Mit 105 noch aktiver Zeitzeuge
8. November 2019
Abschied vom KZ-Überlebenden Marko Feingold aus Salzburg
Es schien immer eine Art Wunder, wenn ein hundertjähriger kleiner Mann flink die Stufen zur oberbayerischen Gedenkstätte Surberg bei Traunstein hochging und dann in seinem Grußwort an die Versammelten noch um Entschuldigung bat, dass er es nicht früher geschafft hatte. Mit dem Auto von der Gedenkfeier im österreichischen Mauthausen nun hierher nach Surberg.
Kurz und bündig las er in seinem Grußwort dann oft Politikern die Leviten, wenn sie wieder einmal rechte Sprüche klopften oder die Nazivergangenheit endgültig ruhen lassen wollten – und nicht selten würzte er diese Ansprachen auch mit seinen humorvollen Bemerkungen.

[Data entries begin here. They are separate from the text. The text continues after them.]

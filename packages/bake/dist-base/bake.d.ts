/**
 * The async API: createBaker(options) -> Baker with bake(recipe), plan(recipe), lut() and close(). A bake
 * runs the stages lazily behind the content-hash cache: every artifact and intermediate has a key derived
 * from the input bytes, the recipe fields it depends on and its algorithm version, so an unchanged rebake
 * reads only the finished artifacts and a changed option recomputes only what depends on it. What a bake
 * makes is data (tables.ts): the stage and artifact tables that bake and plan both walk.
 */
import type { BakedArtifact, BakePlan, BakeResult, BakerOptions, BakeRunOptions, LutOptions } from './api.js';
import { FolderStore, MemoryStore, type CacheStore } from './cache/store.js';
import { STAGE_VERSIONS } from './keys.js';
import { type Recipe } from './recipe.js';
import { type BakeProgress } from './stages/context.js';
export type { ArtifactKind, BakedArtifact, BakePlan, BakeResult, BakerOptions, BakeRunOptions, LutOptions, PlanItem } from './api.js';
export declare class Baker {
    #private;
    constructor(options?: BakerOptions);
    get threads(): number;
    get store(): CacheStore | null;
    /** Reports what a bake of this recipe would read from the cache and what it would compute. */
    plan(raw: Recipe): Promise<BakePlan>;
    /** Bakes every artifact of a recipe; with outDir, writes them atomically (nothing is written on failure). */
    bake(raw: Recipe, options?: BakeRunOptions): Promise<BakeResult>;
    /**
     * Bakes the DFG lookup table alone (it does not depend on any input) as a KTX 2.0 file, through the
     * same cache as the probes.
     */
    lut(options?: LutOptions, run?: {
        readonly signal?: AbortSignal;
        readonly onProgress?: (p: BakeProgress) => void;
    }): Promise<BakedArtifact>;
    /** Ends the baker; closes its pool when it made one (the shared pool stays for other bakers). */
    close(): Promise<void>;
}
/** A baker bound to the shared pool and a cache. */
export declare function createBaker(options?: BakerOptions): Baker;
export { MemoryStore, FolderStore, STAGE_VERSIONS };
//# sourceMappingURL=bake.d.ts.map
/**
 * Structured events of a bake (BakeRunOptions.onEvent; `lightkiln bake --events` prints them as JSON lines
 * on stderr), for build-system dashboards. Every event has `type`; the others:
 *
 * - `stage`: `stage` (decode, resample, specular, irradiance, dfg, encode), `state` 'started' | 'finished',
 *   and on finish `ms` (wall time; stages of the three files run side by side, so they overlap).
 * - `progress`: `stage`, `done`, `total` (cost units), at most every 100 ms per pool job.
 * - `cache`: `entry` (source, pyramid, level N, sh, irradiance cube, dfg, specular file, irradiance file,
 *   lut file, view NAME, preview), `hit` true | false (false: computed now).
 * - `artifact`: `kind`, `name`, `path` (null without outDir), `sha256`, `bytes`, `written` (false when an
 *   identical file was already there and was left alone), `fromCache`.
 */
export {};
//# sourceMappingURL=events.js.map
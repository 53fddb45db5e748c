/** The error type of the public API: a string code, the file involved (if any) and the reason. */
export type LightkilnErrorCode = 'INVALID_RECIPE' | 'INVALID_OPTION' | 'INVALID_INPUT' | 'UNSUPPORTED_FORMAT' | 'LIMIT_EXCEEDED' | 'UNSAFE_PATH' | 'IO_ERROR' | 'ABORTED' | 'BAKE_FAILED';
/** Codes that mean "bad usage or bad input" (CLI exit code 2) rather than a failed bake (exit code 1). */
export declare const USER_ERROR_CODES: ReadonlySet<LightkilnErrorCode>;
export declare class LightkilnError extends Error {
    readonly code: LightkilnErrorCode;
    readonly file: string | undefined;
    constructor(code: LightkilnErrorCode, message: string, options?: {
        file?: string;
        cause?: unknown;
    });
    /** True for bad usage or bad input (exit code 2), false for a failure of the bake itself. */
    get isUserError(): boolean;
}
export declare function invalidRecipe(message: string): LightkilnError;
export declare function invalidOption(field: string, rule: string, value: unknown): LightkilnError;
export declare function unsafePath(name: string, reason: string): LightkilnError;
export declare function aborted(cause?: unknown): LightkilnError;
/** Maps codec, pool and system errors onto LightkilnError, keeping the original as `cause`. */
export declare function toLightkilnError(error: unknown, file?: string): LightkilnError;
//# sourceMappingURL=errors.d.ts.map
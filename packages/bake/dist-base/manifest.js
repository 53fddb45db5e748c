/** The `<probe>.probe.json` manifest (the repo README, "The library"): everything a consumer needs without the code. */
import { roughnessToLodFormula } from './recipe.js';
export const MANIFEST_SCHEMA_VERSION = 1;
export { TOOL_NAME, TOOL_VERSION } from './version.js';
import { TOOL_NAME, TOOL_VERSION } from './version.js';
export const CONVENTIONS = {
    frame: 'right-handed, +Y up, -Z forward',
    cubeFaces: '+X, -X, +Y, -Y, +Z, -Z; OpenGL/Vulkan selection table; row 0 of a face is t = 0',
    roughness: 'perceptual roughness r; GGX alpha = r^2',
    specular: 'split-sum prefiltered radiance LD(n) with n = v = r, GGX D, NoL weights',
    irradiance: 'E(n) = integral L(l) max(n.l, 0) dl (Lambertian radiance = albedo * E / pi)',
    rotation: 'about +Y, right-handed; the cube at d shows the source at R(-rotationDeg) d',
};
/** SH coefficients as 9 [r, g, b] triples in the order of the manifest's `sh.basis`. */
export function shTriples(coeffs) {
    return Array.from({ length: 9 }, (_, k) => [coeffs[3 * k], coeffs[3 * k + 1], coeffs[3 * k + 2]]);
}
export function assembleManifest(p) {
    const r = p.recipe;
    return {
        schemaVersion: MANIFEST_SCHEMA_VERSION,
        tool: { name: TOOL_NAME, version: TOOL_VERSION },
        probe: r.name,
        inputs: p.inputs.map((i, k) => ({ path: i.name, byteLength: i.bytes.length, sha256: p.inputHashes[k] })),
        recipe: r,
        conventions: CONVENTIONS,
        roughnessToLod: roughnessToLodFormula(r.roughness),
        levels: p.levels,
        sh: {
            basis: 'real SH9, order (Y00, Y1-1 y, Y10 z, Y11 x, Y2-2 xy, Y2-1 yz, Y20 3z^2-1, Y21 xz, Y22 x^2-y^2), no Condon-Shortley phase',
            window: { kind: r.irradiance.shWindow, width: r.irradiance.shWindowWidth },
            radiance: shTriples(p.sh.radiance),
            irradiance: shTriples(p.sh.irradiance),
        },
        irradianceCube: { size: r.irradiance.cubeSize, source: r.irradiance.cubeSource, stores: 'E (irradiance), not E / pi' },
        lut: p.lutChannels === null ? null : { size: r.dfg.size, samples: r.dfg.samples, channels: p.lutChannels },
        artifacts: p.artifacts,
        sanitized: p.sanitized,
        clampedToFormat: p.clampedToFormat,
        timingsMs: Object.fromEntries(Object.entries(p.timingsMs).map(([k, v]) => [k, Math.round(v * 10) / 10])),
        cache: { ...p.cache },
    };
}
//# sourceMappingURL=manifest.js.map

So kannten Teilnehmer der Gedenkfeiern in Surberg diesen Marko Feingold, der nun mit 106 Jahren am 19. September in Salzburg verstorben ist. Seit Jahrzehnten war es ihm und seiner Frau Hanna ein Anliegen, dieses Gedenken im Nachbarland zu unterstützen. So verliert auch die Traunsteiner VVN-BdA einen wichtigen Begleiter ihrer Arbeit. Trauerbekundungen weit über Österreich hinaus zeigen die große Bedeutung, die Marko Feingold als einer der ältesten und aktivsten Zeitzeugen des Naziterrors besaß. Bis zum letzten Jahr war er unermüdlich vor Schülern und Studenten tätig – von Salzburg bis Wien, München oder Auschwitz. Nicht allein, um von seiner Leidenszeit zu erzählen, sondern vor allem, um auf die heutige Verantwortung für Menschenrechte und weltweiten Frieden hinzuweisen.
Seine Lebensgeschichte erzählte er auch 2013 in Surberg. Hundert Jahre vorher, 1913, wurde er in Banská Bystrika in der heutigen Slowakei geboren, das damals zum Habsburgerreich gehörte. Er wuchs mit seinen Geschwistern in Wien auf, machte eine kaufmännische Ausbildung und folgte seinem Bruder als Handelsreisender nach Italien. Um den Pass verlängern zu lassen, kehrten sie Ende Februar 1938 nach Wien zurück, vertrödelten einige Zeit im Fasching, der andernorts meist Karneval heißt – und wurden vom Einmarsch der Deutschen am 13. März überrascht.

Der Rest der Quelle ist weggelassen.